VATICAN CITY (Zenit) - It's urgent that the Church remember the "exalted values" that give meaning to life in the face of advanced secularization, says Benedict XVI.

The Pope said this Saturday upon receiving in audience members of Pontifical Council for Culture at the conclusion of its plenary session on "The Church and The Challenge of Secularization." The three-day meeting ended Saturday.

"Today more than ever," the Holy Father told the participants, "reciprocal openness between cultures is an important field for dialogue between men and women committed to seeking authentic humanism, over and above the differences that separate them."

Secularization, he said, "invades all aspects of daily life and causes the development of a mentality in which God is effectively absent, entirely or in part, from human life and conscience."

This "is not just an external threat to believers," added the Pontiff, "but has for some time been evident in the bosom of the Church herself."

Benedict XVI said believers are being conditioned by a "culture of images that imposes contradictory models and impulses, with the effective negation of God."
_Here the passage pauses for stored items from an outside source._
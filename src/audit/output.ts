/**
 * Findings as the rows of OUT/data/findings.csv / findings.json, and bills as the rows of
 * bills-recomputed.csv (column names per the outputs contract).
 */
import type { Bill } from "../domain/types.ts";
import type { ComputedBill } from "../tariff/index.ts";
import type { Evidence, Finding } from "./types.ts";
import { csvField } from "../core/csv.ts";
import { roundCents } from "../core/money.ts";

export const FINDINGS_CSV_COLUMNS = [
  "building_id", "meter_id", "bill_id", "period_start", "period_end", "check", "severity", "amount_at_stake", "message",
] as const;

export type FindingCsvRow = Record<(typeof FINDINGS_CSV_COLUMNS)[number], string>;

/**
 * One string-valued row per finding with exactly the findings.csv columns; `amount_at_stake`
 * has two decimals and is empty when not money, missing ids/dates are empty.
 */
export function findingsToCsvRows(findings: Finding[]): FindingCsvRow[] {
  return findings.map((f) => ({
    building_id: f.buildingId,
    meter_id: f.meterId,
    bill_id: f.billId ?? "",
    period_start: f.periodStart ?? "",
    period_end: f.periodEnd ?? "",
    check: f.check,
    severity: f.severity,
    amount_at_stake: f.amountAtStake === null ? "" : roundCents(f.amountAtStake).toFixed(2),
    message: f.message,
  }));
}

/** findings.csv text: header, then one CRLF-terminated line per finding. */
export function findingsToCsvText(findings: Finding[]): string {
  const lines = [FINDINGS_CSV_COLUMNS.join(",")];
  for (const row of findingsToCsvRows(findings)) lines.push(FINDINGS_CSV_COLUMNS.map((c) => csvField(row[c])).join(","));
  return lines.join("\r\n") + "\r\n";
}

export interface FindingJson {
  building_id: string;
  meter_id: string;
  bill_id: string | null;
  period_start: string | null;
  period_end: string | null;
  check: string;
  severity: string;
  amount_at_stake: number | null;
  message: string;
  title: string;
  evidence: Evidence;
  related_bill_ids: string[];
}

/** findings.json objects: the CSV keys (amount a number or null) plus title and evidence. */
export function toFindingsJson(findings: Finding[]): FindingJson[] {
  return findings.map((f) => ({
    building_id: f.buildingId,
    meter_id: f.meterId,
    bill_id: f.billId,
    period_start: f.periodStart,
    period_end: f.periodEnd,
    check: f.check,
    severity: f.severity,
    amount_at_stake: f.amountAtStake === null ? null : roundCents(f.amountAtStake),
    message: f.message,
    title: f.title,
    evidence: f.evidence,
    related_bill_ids: f.relatedBillIds ?? [],
  }));
}

export interface BillRecomputedRow {
  building_id: string;
  meter_id: string;
  bill_id: string;
  period_start: string;
  period_end: string;
  billed_total: string;
  computed_total: string;
  difference: string;
  exact: string;
}

/**
 * bills-recomputed.csv rows: every bill, computed total and difference (billed − computed) with
 * two decimals; empty when the bill could not be priced. `exact` says whether every line was exact.
 */
export function billsRecomputedRows(bills: Bill[], buildingOfMeter: (meterId: string) => string, priced: { get(billId: string): Pick<ComputedBill, "total" | "exact"> | null | undefined }): BillRecomputedRow[] {
  return bills.map((b) => {
    const c = priced.get(b.billId) ?? null;
    return {
      building_id: buildingOfMeter(b.meterId),
      meter_id: b.meterId,
      bill_id: b.billId,
      period_start: b.periodStart,
      period_end: b.periodEnd,
      billed_total: roundCents(b.total).toFixed(2),
      computed_total: c === null ? "" : roundCents(c.total).toFixed(2),
      difference: c === null ? "" : roundCents(b.total - c.total).toFixed(2),
      exact: c === null ? "" : c.exact ? "yes" : "no",
    };
  });
}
Hence people come to believe "there is no longer any need for God, to think of him or to return to him," said the Pope. "Furthermore, the predominant hedonistic and consumer mentality favors, in the faithful as in pastors, a drift toward superficiality and selfishness, which damages ecclesial life."

Action

The Holy Father warned of "the risk of falling into spiritual atrophy and emptiness of heart," and highlighted the need to react to such a situation by remembering "the exalted values of existence which give meaning to life and can satisfy the disquiet of the human heart in its search for happiness."

He said these include "the dignity and freedom of the person, the equality of all mankind, and the sense of life and death and of what awaits us at the end of earthly existence."

"The phrase 'etsi Deus non daretur' [as if there were no God] is becoming a way of life which has its roots in a kind of 'arrogance' of reason," said Benedict XVI.

Reason, he continued, "was actually created and loved by God," but is now "held to be sufficient unto itself and closes itself off from contemplating and seeking a truth that lies beyond it."

The Pope urged the Pontifical Council for Culture to remain committed to "fruitful dialogue between science and faith," respecting the ambit and methodology of each of them, in order "to serve man and humanity, favoring the integral development and growth of each and of all."

"Above all," added the Holy Father, "I exhort pastors of the flock of God to a tireless and generous mission to counteract -- in the field of dialogue and meeting between cultures, of announcement and testimony of the Gospel -- the worrying phenomenon of secularization which weakens man and hinders his innate longing for the entire truth."